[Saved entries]
════════

package bedmark.pack;

import java.nio.ByteBuffer;
import java.nio.charset.StandardCharsets;
import java.util.Arrays;
import java.util.LinkedHashMap;
import java.util.Map;
import java.util.Random;
import java.util.function.Consumer;
import java.util.function.UnaryOperator;
import java.util.zip.CRC32;

/**
 * The list of hostile packs, one of each kind, built byte by byte and otherwise sound: signed by a trusted device, with
 * a bundle that the schema lets in. The other tests of this package try each kind in all its forms.
 */
final class HostilePacks {
    private static final String PHOTO = "data/photos/a.png";
    private static final String BUNDLE = "data/bundle.json";
    private static final byte[] JUNK = "#!/bin/sh\nexit 0\n".getBytes(StandardCharsets.UTF_8);

    /** A pack with the code of the one reason for which it is refused. */
    record Hostile(String code, byte[] bytes) {
    }

    private final DeviceKey key;
    private final DeviceKey stranger;
    private final Map<String, Hostile> all = new LinkedHashMap<>();

    HostilePacks(DeviceKey key, DeviceKey stranger) {
        this.key = key;
        this.stranger = stranger;
        names();
        archives();
        bags();
        json();
    }

    Map<String, Hostile> all() {
        return all;
    }

    String fingerprint() {
        return key.fingerprint().text();
    }

    byte[] sound() {
        return ZipForge.of(bag(key).files()).build();
    }

    byte[] sameIdWithOtherContent() {
        BagForge bag = bag(key);
        bag.payload.put(BUNDLE, text(bundle(BagForge.PHOTO).replace("as seen", "as seen by somebody else")));
        return ZipForge.of(bag.files()).build();
    }

    private static BagForge bag(DeviceKey key) {
        BagForge bag = new BagForge(key);
        bag.payload.put(BUNDLE, text(bundle(BagForge.PHOTO)));
        return bag;
    }

    /** A small bundle that the schema lets in. */
    static String bundle(byte[] photo) {
        return ("{'format':'bedmark.bundle','version':1,'id':'11111111-1111-4111-8111-111111111111',"
                + "'createdAt':'2026-03-01T08:30:00+01:00','device':{'id':'22222222-2222-4222-8222-222222222222',"
                + "'name':'tablet 7'},'plant':{'id':'p','name':'Demo','conveyors':[{'id':'c','beltWidth':{'value':1200,"
                + "'unit':'mm'}}],'transfers':[{'id':'t1','conveyor':'c'}]},'forms':[],'rounds':[],'surveys':[{"
                + "'id':'00000000-0000-4000-8000-000000000001','revision':1,'transfer':'t1','notes':'as seen',"
                + "'completedAt':'2026-03-01T08:00:00+01:00','readings':{'loadingZoneLength':{'value':6,'unit':'m'}},"
                + "'photos':[{'id':'33333333-3333-4333-8333-333333333333','file':'photos/a.png','sha256':'"
                + Sha256.hex(photo) + "','bytes':" + photo.length + ",'takenAt':'2026-03-01T07:50:00+01:00'}]}]}")
                .replace('\'', '"');
    }

    private static byte[] text(String text) {
        return text.getBytes(StandardCharsets.UTF_8);
    }

    private void zip(String what, String code, Consumer<ZipForge> lie) {
        ZipForge forge = ZipForge.of(bag(key).files());
        lie.accept(forge);
        all.put(what, new Hostile(code, forge.build()));
    }

    private void name(String what, String code, String name) {
        zip(what, code, forge -> forge.and(ForgedEntry.stored(name, JUNK)));
    }

    private void names() {
        name("name with ..", "name-parent", "../evil.png");
        name("absolute name", "name-absolute", "/etc/evil");
        name("drive letter", "name-drive", "C:/evil.png");
        name("UNC name", "name-drive", "\\\\server\\share\\evil");
        name("backslash", "name-backslash", "data\\photos\\evil.png");
        name("NUL in a name", "name-control", "data/photos/evil.png\0.txt");
        zip("symbolic link", "zip-link", forge -> forge.entry(PHOTO).attributes = 0xA1FF_0000);
        name("duplicate name", "zip-name-twice", PHOTO);
        name("clash in case only", "zip-name-clash", "data/photos/A.PNG");
        zip("clash in Unicode form only", "zip-name-clash", forge ->
                forge.and(ForgedEntry.stored("data/photos/\u00e9.png", JUNK))
                        .and(ForgedEntry.stored("data/photos/e\u0301.png", JUNK)));
        name("reserved device name", "name-reserved", "data/photos/nul.png");
    }

    private void archives() {
        zip("headers that disagree", "zip-headers-differ", forge -> forge.entry(PHOTO).localSize++);
        byte[] sound = sound();
        byte[] both = Arrays.copyOf(sound, 2 * sound.length);
        System.arraycopy(sound, 0, both, sound.length, sound.length);
        all.put("two archives in one file", new Hostile("zip-two-archives", both));
        zip("junk before", "zip-junk-before", forge -> forge.before = JUNK);
        zip("overlapping entries", "zip-overlap", forge -> {
            ForgedEntry twin = ForgedEntry.stored(PHOTO, BagForge.PHOTO);
            twin.centralOnly = true;
            forge.and(twin);
        });
        zip("ratio bomb", "zip-ratio-too-high", forge ->
                forge.and(ForgedEntry.deflated("data/photos/bomb.png", new byte[4 << 20])));
        zip("100,000 entries", "zip-entries-too-many", forge -> {
            for (int i = 0; i < 100_000; i++) {
                forge.and(ForgedEntry.stored("data/photos/" + i, new byte[0]));
            }
        });
        zip("size that lies", "zip-size-wrong", forge -> {
            forge.entry(PHOTO).size++;
            forge.entry(PHOTO).localSize++;
        });
        zip("encrypted entry", "zip-encrypted", forge -> {
            forge.entry(PHOTO).flags = 1;
            forge.entry(PHOTO).localFlags = 1;
        });
        zip("bad CRC", "zip-crc-wrong", forge -> {
            forge.entry(PHOTO).crc++;
            forge.entry(PHOTO).localCrc++;
        });
        int[] cuts = new Random(5).ints(20, 4, sound.length).distinct().toArray();
        for (int cut : cuts) {
            all.put("cut off at " + cut, new Hostile("zip-truncated", Arrays.copyOf(sound, cut)));
        }
    }

    private void bag(String what, String code, Consumer<BagForge> lie) {
        BagForge bag = bag(key);
        lie.accept(bag);
        all.put(what, new Hostile(code, ZipForge.of(bag.files()).build()));
    }

    private void files(String what, String code, Consumer<Map<String, byte[]>> lie) {
        Map<String, byte[]> files = bag(key).files();
        lie.accept(files);
        all.put(what, new Hostile(code, ZipForge.of(files).build()));
    }

    private void bags() {
        byte[] archive = ZipForge.of(Map.of("x", new byte[10])).build();
        bag("nested archive", "zip-nested-archive", bag -> bag.payload.put("data/photos/inner.png", archive));
        files("unlisted file", "bag-file-unlisted", files -> files.put("data/photos/b.png", Samples.png(3, 3)));
        files("missing file", "bag-file-missing", files -> files.remove(PHOTO));
        files("wrong digest", "bag-digest-wrong", files -> files.put(PHOTO, Samples.png(2, 3)));
        files("weak digest alone", "bag-digest-weak", files -> {
            files.remove("manifest-sha256.txt");
            files.put("manifest-md5.txt", text("0".repeat(32) + "  " + BUNDLE + "\n"));
        });
        bag("path out of data/", "bag-path-outside", bag -> bag.tags.put("manifest-sha256.txt",
                text(new String(BagForge.manifest(bag.payload), StandardCharsets.UTF_8) + "0".repeat(64)
                        + "  data/../bagit.txt\n")));
        bag("fetch.txt", "bag-fetch", bag -> bag.tags.put("fetch.txt",
                text("https://example.org/a.png 70 data/photos/a.png\n")));
        files("bad signature", "pack-signature-wrong", files -> files.put("signature-ed25519.txt",
                text("A".repeat(86) + "==\n")));
        byte[] signature = bag(key).files().get("signature-ed25519.txt");
        BagForge changed = bag(key);
        changed.payload.put(BUNDLE, text(bundle(BagForge.PHOTO).replace("as seen", "as wished")));
        Map<String, byte[]> remade = changed.files();
        remade.put("signature-ed25519.txt", signature);
        all.put("manifest made anew under an old signature",
                new Hostile("pack-signature-wrong", ZipForge.of(remade).build()));
        all.put("device not trusted", new Hostile("device-untrusted", ZipForge.of(bag(stranger).files()).build()));
        text("future version", "version-unknown", bundle -> bundle.replace("\"version\":1", "\"version\":2"));
    }

    private void text(String what, String code, UnaryOperator<String> lie) {
        bag(what, code, bag -> bag.payload.put(BUNDLE, text(lie.apply(bundle(BagForge.PHOTO)))));
    }

    private void photo(String what, String code, byte[] photo) {
        bag(what, code, bag -> {
            bag.payload.put(BUNDLE, text(bundle(photo)));
            bag.payload.put(PHOTO, photo);
        });
    }

    private void json() {
        text("duplicate keys", "json-unreadable", bundle -> bundle.replaceFirst("\\{", "{\"version\":1,"));
        text("depth", "json-unreadable", bundle -> bundle.replaceFirst("\\{",
                "{\"x\":" + "[".repeat(5000) + "]".repeat(5000) + ","));
        text("1e999999999", "json-unreadable", bundle -> bundle.replace("\"value\":6", "\"value\":1e999999999"));
        text("NaN", "json-unreadable", bundle -> bundle.replace("\"value\":6", "\"value\":NaN"));
        bag("bad UTF-8", "json-not-utf8", bag -> {
            byte[] bytes = text(bundle(BagForge.PHOTO));
            bytes[bytes.length - 4] = (byte) 0xC3;
            bag.payload.put(BUNDLE, bytes);
        });
        text("lone surrogate", "json-unreadable", bundle -> bundle.replace("as seen", "\\ud800"));
        text("trailing text", "json-unreadable", bundle -> bundle + "{}");
        text("unknown unit", "unit-wrong", bundle -> bundle.replace("\"unit\":\"m\"", "\"unit\":\"furlong\""));
        text("unknown transfer", "transfer-unknown", bundle -> bundle.replace("\"transfer\":\"t1\"",
                "\"transfer\":\"t2\""));
        photo("photo that is no photo", "pack-photo-kind", text("MZ no picture"));
        byte[] bomb = BagForge.PHOTO.clone();
        ByteBuffer buffer = ByteBuffer.wrap(bomb).putInt(16, 50_000).putInt(20, 50_000);
        CRC32 crc = new CRC32();
        crc.update(bomb, 12, 17);
        buffer.putInt(29, (int) crc.getValue());
        photo("photo that is a decompression bomb", "pack-photo-too-large", bomb);
    }
}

════════

GOAL OF THE EXERCISE -> Reply with nothing but the count of lines in the entries above that contain "seen".

ANSWER BOX -> 4